We’ve seen McCarthy step into her dramatic chops after being impressing everyone with her Oscar-nominated role in Can You Ever Forgive Me?, one of her best performances to date. I thought she was the one who tried her hardest to work through what this script was giving her, yet there wasn’t enough time to get behind her character. But out of the trio, Haddish was the one I thought was completely miscast to where I never felt like she belongs with everyone else, and I couldn’t blame her as someone else could’ve taken her place. And when it came down to Moss, there’s nothing to her except she was in an abusive relationship with her husband and isn’t gonna take crap anymore. 

Elisabeth Moss, Melissa McCarthy, and Tiffany Haddish in The Kitchen (2019)

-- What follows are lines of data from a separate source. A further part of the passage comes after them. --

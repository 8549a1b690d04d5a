"""The sweep's one ETA (trials/eta.py) on hand-worked numbers, and the bar that shows it.

The formula is kablate's own (its docstring); each expected value below is worked by hand
from it, step by step in the comments.
"""

from __future__ import annotations

import logging
from datetime import datetime, timedelta

import pytest

from kablate.trials.eta import eta_seconds, time_ratio
from kablate.trials.pool import SweepProgress

PREDICTED = {"a-s0": 10.0, "b-s0": 20.0, "c-s0": 30.0, "d-s0": 40.0}


def test_the_ratio_is_of_sums_over_predicted_trials():
    # (15 + 20) / (10 + 20) = 7/6, not the mean of the ratios (1.5 + 1.0) / 2 = 1.25;
    # "x-s0" has no prediction and is left out.
    ratio = time_ratio({"a-s0": 15.0, "b-s0": 20.0, "x-s0": 99.0}, PREDICTED)
    assert ratio == pytest.approx(7 / 6)
    assert time_ratio({}, PREDICTED) == 1.0  # nothing measured yet: the calibration as is


def test_eta_corrects_the_calibration_by_the_measured_ratio():
    # a took 15 s for 10 predicted: r = 1.5. b runs for 6 s: 1.5·20 − 6 = 24 left.
    # c and d wait: 45 and 60. (24 + 45 + 60) / 2 workers = 64.5 ≥ the longest, 60.
    eta = eta_seconds(PREDICTED, {"a-s0": 15.0}, {"a-s0"}, {"b-s0": 6.0}, n_workers=2)
    assert eta == pytest.approx(64.5)


def test_eta_before_any_trial_finished_is_the_calibration_spread_over_the_workers():
    # r = 1: (10 + 20 + 30 + 40) / 2 = 50 ≥ 40.
    assert eta_seconds(PREDICTED, {}, set(), {}, n_workers=2) == pytest.approx(50.0)


def test_eta_at_the_end_is_the_longest_trial_left_not_a_share_of_it():
    # Only d is left: 40 s on one of 2 workers, not 40 / 2 = 20.
    done = {"a-s0", "b-s0", "c-s0"}
    assert eta_seconds(PREDICTED, {}, done, {}, n_workers=2) == pytest.approx(40.0)


def test_a_trial_past_its_prediction_counts_as_nothing_left_and_old_trials_as_done():
    # b ran 50 s, past 1.0·20: 0 left. a finished in an earlier run (done, not measured).
    eta = eta_seconds(PREDICTED, {}, {"a-s0"}, {"b-s0": 50.0}, n_workers=1)
    assert eta == pytest.approx(30.0 + 40.0)
    assert eta_seconds({}, {}, set(), {}, n_workers=2) is None  # no calibration, no ETA


def test_the_bar_shows_kablates_eta_and_not_its_own(capsys):
    progress = SweepProgress(4, 0, interactive=True, predicted=PREDICTED, n_workers=2)
    now = datetime.now()
    # a took 15 s (r = 1.5); b has run 100 s, past 1.5·20 = 30: nothing left of it.
    # c and d wait: (45 + 60) / 2 = 52.5 < 60, so the ETA is 60 s = 1m00s.
    progress.measured, progress.done = {"a-s0": 15.0}, {"a-s0"}
    progress.started = {"b-s0": now - timedelta(seconds=100)}
    progress.update(1)
    progress.close()
    bar = capsys.readouterr().err.replace("\r", "\n").strip().splitlines()[-1]
    assert "1/4" in bar and "ETA 1m00s" in bar, bar
    # tqdm's own remaining time ("<00:54") and rate ("2.1s/trial") are not shown.
    assert "<" not in bar and "/trial" not in bar and "trial/s" not in bar, bar
    assert progress.line() == "progress: 1/4 trials finished, 1 running, ETA 1m00s"


def test_before_a_trial_is_claimed_the_line_says_the_workers_are_starting():
    progress = SweepProgress(4, 0, interactive=False, predicted=PREDICTED, n_workers=2)
    assert progress.line() == "progress: 0/4 trials finished; the workers are starting"
    progress.close()


def test_trials_that_will_not_run_leave_the_total_and_the_eta_and_the_log_re_plans(
    caplog, monkeypatch
):
    # d's variant was retired (or stopped by halving on another seed): a is done, b and c
    # wait. Left: 20 + 30 = 50 s on 2 workers = 25 s, less than c's 30 s: ETA 30 s = 30s.
    progress = SweepProgress(4, 1, interactive=False, predicted=PREDICTED, n_workers=2)
    progress.done = {"a-s0"}
    rows = [
        {"variant_id": v, "seed": 0, "status": status}
        for v, status in (("a", "done"), ("b", "waiting"), ("c", "waiting"), ("d", "retired"))
    ]
    # Only caplog's handler on the logger: an earlier test's run may have left its own there
    # (pool.setup_logging stops propagation, and pytest attaches its capture handlers).
    monkeypatch.setattr(logging.getLogger("kablate"), "handlers", [caplog.handler])
    monkeypatch.setattr(logging.getLogger("kablate"), "propagate", False)
    with caplog.at_level(logging.INFO, logger="kablate"):
        progress.settle(rows)
        progress.settle(rows)  # nothing changed: no second line
    progress.close()
    assert progress.total == 3 and progress.eta() == pytest.approx(30.0)
    lines = [r.getMessage() for r in caplog.records if r.getMessage().startswith("re-plan")]
    assert lines == [
        "re-plan: 2 trial(s) left to run, 1 not run (variant retired by racing or stopped by "
        "halving), ETA 30s"
    ]
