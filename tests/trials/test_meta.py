"""A rerun must be the same sweep: the fingerprint, the listed differences, and the check
that records a sweep's definition once and refuses a changed network, recipe or data."""

from __future__ import annotations

import hashlib
import json
from dataclasses import replace

import optuna
import pytest

from kablate.errors import UsageError
from kablate.spec import load_sweep
from kablate.trials.meta import DEFINITION_ATTR, check_definition, fingerprint, flat_diff


def test_the_fingerprint_is_the_sha1_of_the_sorted_json_and_ignores_key_order():
    value = {"b": [1, 2], "a": {"y": 1.5, "x": "s"}}
    canonical = '{"a": {"x": "s", "y": 1.5}, "b": [1, 2]}'  # json.dumps, sort_keys=True
    assert fingerprint(value) == hashlib.sha1(canonical.encode()).hexdigest()[:12]
    assert fingerprint({"a": {"x": "s", "y": 1.5}, "b": [1, 2]}) == fingerprint(value)
    assert fingerprint({**value, "b": [2, 1]}) != fingerprint(value)


def test_flat_diff_names_each_changed_leaf_with_its_dotted_path():
    old = {"recipe": {"epochs": 2, "lr": 0.05}, "data": {"source": "digits"}}
    new = {"recipe": {"epochs": 3, "lr": 0.05}, "data": {"source": "digits", "val_size": 50}}
    assert flat_diff(old, new) == ["data.val_size: null → 50", "recipe.epochs: 2 → 3"]
    assert flat_diff(old, json.loads(json.dumps(old))) == []


def test_a_rerun_may_add_seeds_but_not_change_the_recipe(tiny_sweep):
    sweep = load_sweep(tiny_sweep)
    study = optuna.create_study()
    check_definition(study, sweep)  # the first start records it
    assert study.user_attrs[DEFINITION_ATTR]["recipe"]["epochs"] == 2
    check_definition(study, replace(sweep, seeds=(0, 1, 2)))  # more seeds: the same sweep
    raw = json.loads(json.dumps(sweep.raw))
    raw["recipe"]["epochs"] = 3
    with pytest.raises(UsageError) as caught:
        check_definition(study, replace(sweep, raw=raw))
    assert "recipe.epochs: 2 → 3" in str(caught.value)
    assert "give the sweep a new [sweep].name" in str(caught.value)
    assert study.user_attrs[DEFINITION_ATTR]["recipe"]["epochs"] == 2  # left as it started
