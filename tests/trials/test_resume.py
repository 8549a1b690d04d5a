"""Surviving the night: a SIGKILLed worker, Ctrl-C, and two runners sharing one study.

Each test runs the real command line (``python -m kablate run``) with 2 worker processes on a
tiny sweep (4 trials of a tiny net on 200 digits), on the default journal file and on a
throwaway PostgreSQL server (conftest.py). What must hold, from the issue: every
(variant, seed) is done exactly once, and no completed result changes on a rerun.
"""

from __future__ import annotations

import json
import os
import re
import signal
import subprocess
import sys
import time
from pathlib import Path

import pytest
import torch
from optuna.trial import TrialState

from kablate.results.paths import CHECKPOINT
from kablate.trials.store import open_study
from tests.conftest import TINY_SWEEP, write_sweep

JOBS = 4  # 2 plans × 2 seeds
EPOCHS = 40
EARLY = EPOCHS // 2  # a checkpoint before this epoch leaves its trial half of its epochs to run


@pytest.fixture
def long_sweep(tmp_path: Path) -> Path:
    """The tiny sweep, made long enough (about 2 s a trial here) to be caught mid-trial.

    With 200 images an epoch takes about 10 ms, so a whole trial could start, checkpoint and
    finish between two looks of the test; 1,200 images and 40 epochs leave a wide window.
    """
    body = TINY_SWEEP.replace(
        'from = "configs/tiny-recipe.toml"', f'from = "configs/tiny-recipe.toml"\nepochs = {EPOCHS}'
    ).replace("train_size = 200", "train_size = 1200")
    return write_sweep(tmp_path, body)


def kablate(*args: str, storage: str | None, cwd: Path, wait: bool = True):
    cmd = [sys.executable, "-m", "kablate", *args]
    if storage:
        cmd += ["--storage", storage]
    env = dict(os.environ, KABLATE_HEARTBEAT_SECONDS="1")
    if wait:
        return subprocess.run(cmd, cwd=cwd, env=env, capture_output=True, text=True, timeout=240)
    return subprocess.Popen(
        cmd,
        cwd=cwd,
        env=env,
        stdout=subprocess.PIPE,
        stderr=subprocess.PIPE,
        text=True,
        start_new_session=True,  # its own process group, like a job in a terminal
    )


def run_args(sweep: Path, results: Path, *extra: str) -> list[str]:
    return ["run", str(sweep), "--workers", "2", "--results", str(results), "--no-report", *extra]


def study_of(results: Path, storage: str | None):
    return open_study("tiny", results / "tiny", storage, create=False)


def early_checkpoint(path: Path) -> bool:
    """A checkpoint from one of the first epochs: its trial will not finish for a while."""
    if not path.is_file():
        return False
    return torch.load(path, map_location="cpu", weights_only=True)["epoch"] < EARLY


def wait_for_study(results: Path, storage: str | None, proc, deadline: float):
    """The run's study, opened once it exists (the runner creates it)."""
    while time.time() < deadline:
        assert proc.poll() is None, proc.communicate()
        if storage or (results / "tiny" / "study.journal").is_file():
            try:
                return study_of(results, storage)
            except Exception:  # the study is still being created
                pass
        time.sleep(0.05)
    raise AssertionError("the run did not create its study in time")


def wait_for_running_trial(results: Path, storage: str | None, proc, ready, what: str):
    """(job key, worker pid) of a running trial for which ``ready(trial)`` holds.

    The study is opened once and then only read, so that one look takes milliseconds on
    either storage, far less than the second or so a trial spends before ``EARLY``.
    """
    deadline = time.time() + 120
    study = wait_for_study(results, storage, proc, deadline)
    while time.time() < deadline:
        assert proc.poll() is None, proc.communicate()
        for t in study.get_trials(deepcopy=False, states=(TrialState.RUNNING,)):
            worker = t.user_attrs.get("worker")
            if worker and ready(t):
                return t.user_attrs.get("job"), int(worker.rsplit(":", 1)[1])
        time.sleep(0.02)
    raise AssertionError(f"no trial {what} in time")


def wait_for_checkpointed_trial(results: Path, storage: str | None, proc) -> tuple[str, int]:
    """(job key, worker pid) of a running trial that has written an early epoch checkpoint."""

    def ready(t) -> bool:
        return early_checkpoint(results / "tiny" / "trials" / t.user_attrs["job"] / CHECKPOINT)

    return wait_for_running_trial(results, storage, proc, ready, "reached its first checkpoint")


def completed(results: Path, storage: str | None) -> dict[str, tuple]:
    """Job key → (trial number, values, test accuracy) of every COMPLETE trial."""
    out: dict[str, tuple] = {}
    for t in study_of(results, storage).get_trials(states=(TrialState.COMPLETE,)):
        key = t.user_attrs["job"]
        assert key not in out, f"{key} was completed twice"
        out[key] = (t.number, tuple(t.values), t.user_attrs["test_acc"])
    return out


def assert_each_job_done_once(results: Path, storage: str | None) -> list:
    trials = study_of(results, storage).get_trials()
    assert not [t for t in trials if t.state in (TrialState.RUNNING, TrialState.WAITING)]
    done = [t.user_attrs["job"] for t in trials if t.state == TrialState.COMPLETE]
    assert len(done) == len(set(done)) == JOBS
    return trials


@pytest.mark.slow
def test_a_sigkilled_worker_is_detected_and_its_trial_resumes(long_sweep, tmp_path, storage):
    results = tmp_path / "results"
    proc = kablate(*run_args(long_sweep, results), storage=storage, cwd=tmp_path, wait=False)
    key, pid = wait_for_checkpointed_trial(results, storage, proc)
    before = completed(results, storage)
    os.kill(pid, signal.SIGKILL)

    # `status` from another terminal while the run goes on.
    status = kablate(
        "status", str(results / "tiny"), "--format", "json", storage=storage, cwd=tmp_path
    )
    assert status.returncode == 0, status.stderr
    report = json.loads(status.stdout)
    assert report["n_trials"] == JOBS and sum(report["counts"].values()) == JOBS
    assert {v["variant"] for v in report["variants"]} == {"all-3", "stem-5"}
    assert report["layout"] == {"workers": 2, "threads": 1}

    out, err = proc.communicate(timeout=240)
    assert proc.returncode == 0, err
    trials = assert_each_job_done_once(results, storage)
    lost = [t for t in trials if t.user_attrs.get("job") == key and t.state == TrialState.FAIL]
    assert lost, "the killed trial should have been failed and requeued"
    rerun = [t for t in trials if t.user_attrs.get("job") == key and t.state == TrialState.COMPLETE]
    assert rerun[0].user_attrs["note"].startswith("resumed at epoch")  # from its checkpoint
    first = completed(results, storage)
    assert all(first[k] == v for k, v in before.items())

    again = kablate(*run_args(long_sweep, results), storage=storage, cwd=tmp_path)
    assert again.returncode == 0, again.stderr
    assert "nothing new to train" in again.stdout
    assert completed(results, storage) == first


@pytest.mark.slow
def test_ctrl_c_requeues_the_running_trials_and_the_same_command_resumes(
    long_sweep, tmp_path, storage
):
    results = tmp_path / "results"
    proc = kablate(*run_args(long_sweep, results), storage=storage, cwd=tmp_path, wait=False)
    wait_for_checkpointed_trial(results, storage, proc)
    before = completed(results, storage)
    sent = time.time()
    os.killpg(proc.pid, signal.SIGINT)  # what Ctrl-C in a terminal does
    out, err = proc.communicate(timeout=120)
    assert proc.returncode == 130, err
    assert time.time() - sent < 30  # it stopped at the next batch, not at the end of the sweep
    assert "Resume with the same command" in err
    trials = study_of(results, storage).get_trials()
    assert not [t for t in trials if t.state == TrialState.RUNNING]
    interrupted = [t for t in trials if t.user_attrs.get("outcome") == "interrupted"]
    assert interrupted
    waiting = {t.user_attrs["job"] for t in trials if t.state == TrialState.WAITING}
    assert {t.user_attrs["job"] for t in interrupted} <= waiting  # back in the queue

    again = kablate(*run_args(long_sweep, results), storage=storage, cwd=tmp_path)
    assert again.returncode == 0, again.stderr
    trials = assert_each_job_done_once(results, storage)
    stopped = {t.user_attrs["job"] for t in interrupted}
    resumed = [t for t in trials if t.user_attrs.get("job") in stopped and t.state.is_finished()]
    # At least the trial caught past its first checkpoint resumes from it.
    assert any(t.user_attrs.get("note", "").startswith("resumed at epoch") for t in resumed)
    after = completed(results, storage)
    assert all(after[k] == v for k, v in before.items())


@pytest.mark.slow
@pytest.mark.postgres
def test_two_machines_share_one_postgres_sweep(tiny_sweep, tmp_path, postgres_url):
    # Two runners with their own results folders stand in for two machines.
    a, b = tmp_path / "machine-a", tmp_path / "machine-b"
    procs = [
        kablate(
            "run",
            str(tiny_sweep),
            "--workers",
            "1",
            "--results",
            str(root),
            "--no-report",
            storage=postgres_url,
            cwd=tmp_path,
            wait=False,
        )
        for root in (a, b)
    ]
    n_ran = []
    for proc in procs:
        out, err = proc.communicate(timeout=240)
        assert proc.returncode == 0, err
        assert os.environ["PGPASSWORD"] not in out + err
        # A runner that starts after the other has taken every job trains none.
        ran = re.search(r"ran (\d+) trials", out)
        assert ran or "nothing new to train" in out, out
        n_ran.append(int(ran.group(1)) if ran else 0)
    assert sum(n_ran) == JOBS  # each runner counts only the trials its own worker ran
    trials = assert_each_job_done_once(a, postgres_url)
    # Both runners enqueued the jobs at once; the extra copies were refused at claim time.
    extra = [t for t in trials if t.state == TrialState.FAIL]
    assert all(t.user_attrs.get("outcome") == "duplicate" for t in extra)
    statuses = [
        kablate("status", str(root / "tiny"), "--format", "json", storage=None, cwd=tmp_path)
        for root in (a, b)
    ]
    assert [s.returncode for s in statuses] == [0, 0], statuses[0].stderr
    counts = [json.loads(s.stdout)["counts"] for s in statuses]
    assert counts[0] == counts[1] and counts[0]["done"] == JOBS
    for root in (a, b):  # the recorded storage has no password
        assert os.environ["PGPASSWORD"] not in (root / "tiny" / "sweep.json").read_text()


def worker_pids(parent: int) -> list[int]:
    """The runner's child processes (its spawned workers), from /proc."""
    children = Path(f"/proc/{parent}/task/{parent}/children")
    return [int(p) for p in children.read_text().split()] if children.exists() else []


@pytest.mark.slow
def test_ctrl_c_while_the_workers_start_gives_no_traceback(long_sweep, tmp_path):
    # A worker process spends its first seconds importing torch; a Ctrl-C then used to print
    # one KeyboardInterrupt traceback per worker. Now they start with SIGINT ignored and the
    # runner passes the stop on once they listen.
    results = tmp_path / "results"
    proc = kablate(*run_args(long_sweep, results), storage=None, cwd=tmp_path, wait=False)
    deadline = time.time() + 120
    while len(worker_pids(proc.pid)) < 2 and time.time() < deadline and proc.poll() is None:
        time.sleep(0.05)
    assert len(worker_pids(proc.pid)) >= 2, "the workers did not start"
    time.sleep(0.3)  # inside their imports
    os.killpg(proc.pid, signal.SIGINT)  # what Ctrl-C in a terminal does
    out, err = proc.communicate(timeout=180)
    assert proc.returncode == 130, err
    assert "Traceback" not in err and "KeyboardInterrupt" not in err, err
    assert not [t for t in study_of(results, None).get_trials() if t.state == TrialState.RUNNING]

Everyone else in here makes you feel bad for them being included. Common as an FBI agent was wasted, Margo Martindale only has one purpose in this and that’s being the unlikable mother-in-law to Haddish’s character, and poor Domhnall Gleeson had nothing to do and there was no leeway when his character was introduced as a Vietnam vet who the love interest for Moss and teaches her how to dismember bodies.

There are people out there who have been fans of this genre for a long time, but this was not the way to do it. When I say this script is empty as to why Berloff’s debut falls short to mild expectations, that means I was trying to figure out what was going for the entire two hours since I lost interest around 47 minutes. The concept sounded cool about these women’s rise to power when their husbands are away. We don’t see these characters do anything important when running the mob; all they do is collect money and talk about how important they are. This failed hardcore in how to be an entertaining mob movie from the start without having an inconsistent tone all over. It had no clue if it wanted to be a dark comedy or a straight-up drama. The surprises are never shocking in the slightest, and the fact they wanted the viewer to find this unpredictable is insulting when they don’t make sense. Of course, I haven’t read comic book miniseries, but I’m pretty sure it was more interesting on the pages than being translated.

Elisabeth Moss, Melissa McCarthy, and Tiffany Haddish in The Kitchen (2019)

Isn’t there anything I remotely liked enough to give some positive? I liked the music choices that represented the late ‘70 during the montages, including “Barracuda” and “Carry on Wayward Son.” That said, having needle drops to great music isn’t a strong positive when everything else is a dud around it.

If I would’ve seen The Kitchen before the end of the year, this being placed on my worst list would’ve been possible. What happens when you get three talented actresses together for a crime drama amounting to nothing? A really dull movie that’s unmemorable with each passing scene. This was terrible where nobody has anything to do because of no resemblance of a plot, making you realize they all deserved better. For those entire 104 minutes, I could’ve been watching anything better that respects this genre right.